While I do freelance illustration for a variety of clients including some animation, advertising, product illustration, etc., the majority of the work I do is illustration for magazines. For the under thirty crowd, those are these things that are printed on dead trees requiring ambient light to read, feature no clickable links to anything and do not instantly add your completely irrelevant and often anonymous “opinion” on their articles in a comment section… with magazines those are called “letters to the editor” and take months to get published, if they ever do.
Putting the snarkiness aside, I do seem to get a lot of sympathy from my younger friends who assume my career is in a tailspin and headed towards obsolescence because “print is dead”. They will cite things like the recent announcement that Newsweek is ceasing print publication as evidence of this fact.
I think the death of print is a very far off event, if it ever happens at all. Certainly work for an illustrator like myself will not be ending anytime soon.
True, major publications like Newsweek are seeing precipitous drops in circulation, and struggling as a result. These types of mega-magazines have huge overhead with staff and office space, and without gigantic circulation and the advertising dollars that go with it, their economic viability is in jeopardy. However it’s the dirty little secret of illustrators that no one makes a living doing work for just the TIME, Newsweek and Rolling Stones of the world. There just are not that many of those types of publications, and not enough work in them to solely support an illustrator’s career. Even the biggest names in magazine illustration…artists like C.F. Payne or Steve Brodner, do a lot of work for smaller magazines and publications. For most illustrators, medium to small circulation magazines are the bread and butter of their careers. It’s the Actuaries Monthlys, Snow Country Magazines, Utne Readers, and other smaller publications that are keep illustrators working. Less glamorous, but more plentiful.
Medium to small circulation magazines are not going anywhere anytime soon. These types of publications are targeted at niche markets, have manageable circulations that are mostly via subscription, and low overhead as they are being produced with smaller staffs and as parts of either larger organizations or supported by specifics industries. Enthusiast and aficionado magazines are like this, as well as sports/business/industry-specific publications. They don’t pay as much as TIME, but there are many thousands of pages published every month by these smaller magazines, and TIME only has about 30 pages per issue. The math is pretty easy.

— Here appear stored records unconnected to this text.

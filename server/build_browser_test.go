package main

import (
	"testing"

	"github.com/chromedp/chromedp"
)

// What these tests ask the page.
const (
	ledCount = `document.getElementById("f-strings-0-leds-0-quantity")`
	inHand   = `document.activeElement.id + "=" + document.activeElement.value + "@" + document.activeElement.selectionStart`
)

// slowly lets every answer come later than it does, the first one by far.
const slowly = `(() => {
	const real = window.fetch.bind(window);
	let asked = 0;
	window.fetch = (...args) => {
		const wait = asked++ === 0 ? 700 : 50;
		window.asked = asked;
		return real(...args).then((answer) => new Promise((done) => setTimeout(() => done(answer), wait)));
	};
})()`

// aBuild is the page of a build with one string, on a fresh shelf.
func aBuild(t *testing.T) *tab {
	t.Helper()
	b := openTab(t, serveFresh(t), "/")
	b.do("make a build", chromedp.Evaluate[chromedp.Void](`document.querySelector('form[action="/builds"] button').click()`))
	b.wait("its page", `document.getElementById("build") !== null && window.htmx !== undefined`)
	return b
}

// take puts the focus into a field and selects what is in it.
func (b *tab) take(id string) {
	b.t.Helper()
	b.do("take "+id, chromedp.Evaluate[chromedp.Void](`(f => { f.closest("details")?.setAttribute("open", ""); f.focus(); f.select?.(); })(document.getElementById(`+quote(id)+`))`))
}

// An answer that comes late overwrites nothing that was typed meanwhile, nor
// moves the caret; in the end the program has what the field shows.
func TestBuildLateAnswer(t *testing.T) {
	b := aBuild(t)
	b.do("slow the answers down", chromedp.Evaluate[chromedp.Void](slowly))
	b.take("f-strings-0-leds-0-quantity")
	b.press("1")
	b.wait("the first post to leave", `window.asked === 1`)
	b.press("5")
	b.wait("both to be kept", isKept+` && window.asked === 2`)
	if got := eval[string](b, inHand); got != "f-strings-0-leds-0-quantity=15@2" {
		t.Errorf("in hand: %s", got)
	}
	b.wait("the results of 15 LEDs", `document.getElementById("summary-0").textContent.includes("15 ×")`)
	if got := eval[float64](b, `fetch("/api"+location.pathname).then(r => r.json()).then(b => b.strings[0].leds[0].quantity)`); got != 15 {
		t.Errorf("kept %v LEDs", got)
	}
}

// A choice that changes which fields there are keeps what was just typed, and
// the focus where it was.
func TestBuildChoiceKeepsTyping(t *testing.T) {
	b := aBuild(t)
	b.do("slow the answers down", chromedp.Evaluate[chromedp.Void](slowly))
	b.take("f-strings-0-driver-sense-ohms")
	b.press("nonsense")
	b.take("f-strings-0-driver-kind")
	b.do("choose", chromedp.Evaluate[chromedp.Void](`(s => { s.value = "reference-sink"; s.dispatchEvent(new Event("input", {bubbles: true})); })(document.activeElement)`))
	b.wait("the fields of a reference", `document.getElementById("f-strings-0-driver-reference-volts")`)
	b.wait("the answer to be in", `document.getElementById("kept").textContent === "1 field not kept"`)
	b.wait("the focus to be back on the choice", `document.activeElement.id === "f-strings-0-driver-kind"`)
	got := eval[string](b, `(f => f.value + " " + f.getAttribute("aria-invalid"))(document.getElementById("f-strings-0-driver-sense-ohms"))`)
	if got != "nonsense true" {
		t.Errorf("the field that was wrong: %s", got)
	}
}

// What is folded open stays open, and what has the focus keeps it, while
// results come in.
func TestBuildResultsLeaveThePageAsItIs(t *testing.T) {
	b := aBuild(t)
	b.do("open a working", chromedp.Evaluate[chromedp.Void](`document.querySelector("#checks details").open = true`))
	b.take("f-supply-max-current")
	b.press("1.5")
	b.wait("it to be kept", isKept+` && document.getElementById("state").textContent.includes("revision 2")`)
	if !eval[bool](b, `document.querySelector("#checks details").open`) {
		t.Error("the working was folded away")
	}
	if got := eval[string](b, inHand); got != "f-supply-max-current=1.5@3" {
		t.Errorf("in hand: %s", got)
	}
}

// Undo and redo by keys work outside fields, and leave fields to the browser.
func TestBuildUndoByKeys(t *testing.T) {
	b := aBuild(t)
	press := func(shift string) {
		b.do("press", chromedp.Evaluate[chromedp.Void](`document.activeElement.dispatchEvent(new KeyboardEvent("keydown", {key: "z", ctrlKey: true, shiftKey: `+shift+`, bubbles: true, cancelable: true}))`))
	}
	b.take("f-strings-0-leds-0-quantity")
	b.press("2")
	b.wait("it to be kept", isKept+` && document.getElementById("state").textContent.includes("revision 2")`)
	press("false")
	b.do("leave the field", chromedp.Evaluate[chromedp.Void](`document.querySelector("#string-0 > summary").focus()`))
	press("false")
	b.wait("it to be undone", ledCount+`.value === "3"`)
	press("true")
	b.wait("it to be redone", ledCount+`.value === "2"`)
	if got := eval[string](b, `document.getElementById("revision").value`); got != "4" {
		t.Errorf("revision %s: a key pressed in a field did something", got)
	}
}

// Two tabs on one build: the second is told, loses nothing, and its edit goes
// on top of the other's.
func TestBuildTwoTabs(t *testing.T) {
	b := aBuild(t)
	b.do("let another tab edit", chromedp.Evaluate[chromedp.Void](`fetch(location.pathname, {method: "POST", body: new URLSearchParams({revision: "1", "/client": "Harbour office"})})`, chromedp.EvalAwaitPromise))
	b.take("f-title")
	b.press("Mine")
	b.wait("to be told", `document.querySelector(".conflict")`)
	if got := eval[string](b, inHand); got != "f-title=Mine@4" {
		t.Errorf("in hand: %s", got)
	}
	b.do("go on top", chromedp.Evaluate[chromedp.Void](`document.querySelector("button[name=resolve]").click()`))
	b.wait("it to be kept", isKept+` && !document.querySelector(".conflict")`)
	got := eval[string](b, `fetch("/api"+location.pathname).then(r => r.json()).then(b => b.title + ", " + b.client)`)
	if got != "Mine, Harbour office" {
		t.Errorf("kept %q", got)
	}
	if got := eval[string](b, `document.getElementById("f-client").value`); got != "Harbour office" {
		t.Errorf("the client's field shows %q", got)
	}
}

// While the program does not answer the page says so, and sends again.
func TestBuildProgramAway(t *testing.T) {
	b := aBuild(t)
	b.allow("htmx:error")
	b.do("let nothing through", chromedp.Evaluate[chromedp.Void](`window.real = window.fetch; window.fetch = () => Promise.reject(new TypeError("away"))`))
	b.take("f-title")
	b.press("Typed while away")
	b.wait("the alarm", `!document.getElementById("offline").hidden && document.getElementById("kept").textContent.startsWith("not kept")`)
	b.do("let all through", chromedp.Evaluate[chromedp.Void](`window.fetch = window.real`))
	b.wait("it to be sent again", isKept+` && document.getElementById("offline").hidden`)
	if got := eval[string](b, `fetch("/api"+location.pathname).then(r => r.json()).then(b => b.title)`); got != "Typed while away" {
		t.Errorf("kept %q", got)
	}
}

// Pressing Enter in a field keeps the form; it presses no other button.
func TestBuildEnterKeeps(t *testing.T) {
	b := aBuild(t)
	b.take("f-strings-0-leds-0-quantity")
	b.press("2", "\r")
	b.wait("it to be kept", isKept+` && document.getElementById("state").textContent.includes("revision 2")`)
	if got := eval[string](b, ledCount+`.value`); got != "2" {
		t.Errorf("the field has %s", got)
	}
}
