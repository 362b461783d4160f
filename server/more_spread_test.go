package main

import (
	"net/http"
	"net/url"
	"strings"
	"testing"
)

// Without a script: the form leads back to the page, which shows what became
// of it when it is loaded again.
func TestMoreSpreadByReloading(t *testing.T) {
	b := openBuild(t, bench(t))
	address := b.page + "/more/spread"
	wantWords(t, b.get(b.page), `data-hx-get="`+address+`"`)
	page := b.get(address)
	wantWords(t, page, "</html>", `name="samples"`, `value="1000"`)
	wantNot(t, page, "histogram", "every 500ms")

	if got := b.press(address, url.Values{"samples": {"1 200"}, "seed": {"7"}}); got != address {
		t.Errorf("leads to %q", got)
	}
	<-b.s.scatters.job(1).ended
	page = b.get(address)
	wantWords(t, page, "Of 1200 builds", `value="1200"`, `value="7"`, "String A × 4", "Checks that pass with room", "current", "left over", "on average", "95 % certainty")
	wantNot(t, page, "every 500ms", "the build has changed since")
	if n := strings.Count(page, `class="bin"`); n < 20 {
		t.Errorf("%d bars", n)
	}
	if again := b.get(address); again != page {
		t.Error("the same draw is shown otherwise the second time")
	}
	b.live("/title", "Changed")
	wantWords(t, b.get(address), "This is of revision 1: the build has changed since")
}

// With a script: the state asks again while it runs, and can be stopped.
func TestMoreSpreadIsStopped(t *testing.T) {
	b := openBuild(t, bench(t))
	address := b.page + "/more/spread"
	script := []string{"HX-Request", "true", "Content-Type", formType}
	a := b.do(http.MethodPost, address, "samples=100000&seed=1", script...)
	a.wantStatus(t, http.StatusOK)
	wantWords(t, a.body, "of 100000 builds", `data-hx-get="`+address+`?state"`, "every 500ms", `value="stop"`)
	wantNot(t, a.body, "<html", `name="samples"`)
	a = b.do(http.MethodGet, address+"?state", "", "HX-Request", "true")
	wantWords(t, a.body, "every 500ms")
	wantNot(t, a.body, `name="samples"`)
	a = b.do(http.MethodPost, address, "do=stop", script...)
	wantWords(t, a.body, "Stopped after")
	wantNot(t, a.body, "every 500ms")
	if b.s.scatters.job(1).running() {
		t.Error("it still runs")
	}
}

func TestMoreSpreadRefuses(t *testing.T) {
	b := openBuild(t, bench(t))
	address := b.page + "/more/spread"
	for _, c := range []struct{ samples, seed, words string }{
		{"0", "1", "from 1 to 100,000"}, {"100001", "1", "from 1 to 100,000"}, {"many", "1", "from 1 to 100,000"}, {"", "", "from 1 to 100,000"},
		{"10", "-1", "Seed: a whole number"}, {"10", "x", "Seed: a whole number"},
	} {
		a := b.shop.post(address, url.Values{"samples": {c.samples}, "seed": {c.seed}})
		a.wantStatus(t, http.StatusUnprocessableEntity)
		wantWords(t, a.body, c.words, `name="samples" value="`+c.samples+`"`)
	}
	if b.s.scatters.job(1) != nil {
		t.Error("a draw was started")
	}
}

// Two run at once; a third is told to wait. Shutting down ends them all.
func TestMoreSpreadTwoAtOnce(t *testing.T) {
	p := openShop(t)
	long := url.Values{"samples": {"100000"}, "seed": {"1"}}
	for range 3 {
		p.importBuild(bench(t))
	}
	p.press("/builds/1/more/spread", long)
	p.press("/builds/2/more/spread", long)
	a := p.post("/builds/3/more/spread", long)
	a.wantStatus(t, http.StatusUnprocessableEntity)
	wantWords(t, a.body, "two draws are running already")
	p.press("/builds/2/more/spread", url.Values{"samples": {"90000"}, "seed": {"1"}}) // its own gives way
	p.s.scatters.close()
	if p.s.scatters.job(1).running() || p.s.scatters.job(2).running() {
		t.Error("a draw outlives the program")
	}
	wantWords(t, p.get("/builds/1/more/spread"), "Stopped after")
}

func TestMoreSpreadOfABuildThatCannotBeSolved(t *testing.T) {
	b := openBuild(t, runaway(t))
	page := b.get(b.page + "/more/spread")
	wantWords(t, page, "No figures:")
	wantNot(t, page, `name="samples"`)
}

Will even smaller, niche magazines get replaced by online equivalents eventually? Yes, I imagine they will, but as that happens the online versions will need illustration done as well. In the near future, however, humans still like to hold things, collect things, and read things that don’t need to be recharged nightly or turned off when the airplane is taking off and landing. The illustration world will follow along as the world of media evolves and changes, but until computers can be creative do their own drawing and illustration, there will always be work for illustrators.